Performance
Several components can impact conda-store's overall performance. They are listed and described in order of decreasing impact below.
Worker storage
When conda-store builds a given environment it has to locally install the environment in the directory specified in the Traitlets configuration CondaStore.store_directory
.
Conda environments consist of many hardlinks to small files.
This means that the performance of store_directory
is limited to the number of
Input/output operations per second (IOPS) the directory can
perform.
Many cloud providers have high performance storage options you can consider.
When to use NFS
If you do not need to mount the environments via NFS into the containers, it's recommend to not use NFS and instead use traditional block storage. Not only is it significantly cheaper, but also the IOPS performance will be better.
If you want to mount the environments in containers or running VMs, then NFS may be a good option. With NFS, many cloud providers provide a high performance filesystem option at a significant premium in cost, like GCP Filestore, Amazon EFS, and Azure Files.

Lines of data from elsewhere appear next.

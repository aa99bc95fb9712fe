import { CalcError } from './errors';
import { zQuantile } from './t-dist';
import { requireLevel, requireNonNegative, requirePositive } from './validate';

export interface SampleSizeInput {
  /** Standard deviation of one plant's length (same unit as delta). */
  sd: number;
  /** The shift to detect: distance from the mean to the threshold length. */
  delta: number;
  /** Significance level α of the test (1 − the rule's confidence). */
  alpha: number;
  /** Wanted power 1 − β. Default 0.8. */
  power?: number;
  /** 'two': z(1 − α/2), as for a two-sided interval; 'one': z(1 − α), as for a one-sided bound. */
  sided: 'one' | 'two';
  /**
   * Variance of the compared mean that more plants do not reduce (the calibration's part, in the
   * unit of delta squared). Default 0: the handbook's case.
   */
  fixedVariance?: number;
}

export interface SampleSize {
  /** Total plants N (the smallest whole number meeting the formula); null when no N can. */
  total: number | null;
  /** (z_a + z_b)², the factor of the formula, for showing the working. */
  factor: number;
  zAlpha: number;
  zBeta: number;
}

/**
 * Sample size of a one-sample test of a mean (NIST/SEMATECH e-Handbook of Statistical Methods,
 * 7.2.2.2): N ≥ (z_a + z_b)²·σ²/δ², z_a = z(1 − α/2) two-sided or z(1 − α) one-sided, z_b = z(1 − β).
 * With a fixed part v of the variance that plants cannot reduce the condition
 * (z_a + z_b)²·(σ²/N + v) ≤ δ² gives N ≥ (z_a + z_b)²·σ² / (δ² − (z_a + z_b)²·v), and no N when the
 * denominator is not positive. Normal quantiles, as the handbook's formula; with σ estimated from
 * ten plants a t-based iteration would add a plant or two.
 */
export function sampleSizeForMean(input: SampleSizeInput): SampleSize {
  const sd = requireNonNegative(input?.sd, 'sd');
  const delta = requirePositive(input.delta, 'delta');
  const alpha = requireLevel(input.alpha, 'alpha');
  const power = requireLevel(input.power ?? 0.8, 'power');
  const v = requireNonNegative(input.fixedVariance ?? 0, 'fixedVariance');
  if (input.sided !== 'one' && input.sided !== 'two') {
    throw new CalcError('bad_option', "sided must be 'one' or 'two'.", 'sided');
  }
  const zAlpha = zQuantile(input.sided === 'two' ? 1 - alpha / 2 : 1 - alpha);
  const zBeta = zQuantile(power);
  const factor = (zAlpha + zBeta) ** 2;
  const room = delta * delta - factor * v;
  if (!(room > 0)) return { total: null, factor, zAlpha, zBeta };
  const total = sd === 0 ? 1 : Math.max(1, Math.ceil((factor * sd * sd) / room - 1e-9));
  return { total, factor, zAlpha, zBeta };
}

Choosing an NFS storage option with low IOPS will result in long environment creation times.
Network speed
While conda does its best to cache packages, it will have to connect over the internet
to download the repodata.json
along with the packages.
Thus network speeds can impact performance, but typically cloud environments have plenty fast Internet.
Artifact storage
All build artifacts from conda-store are stored in object storage that behaves like Amazon S3. S3 traditionally has great performance if you use the cloud provider implementation.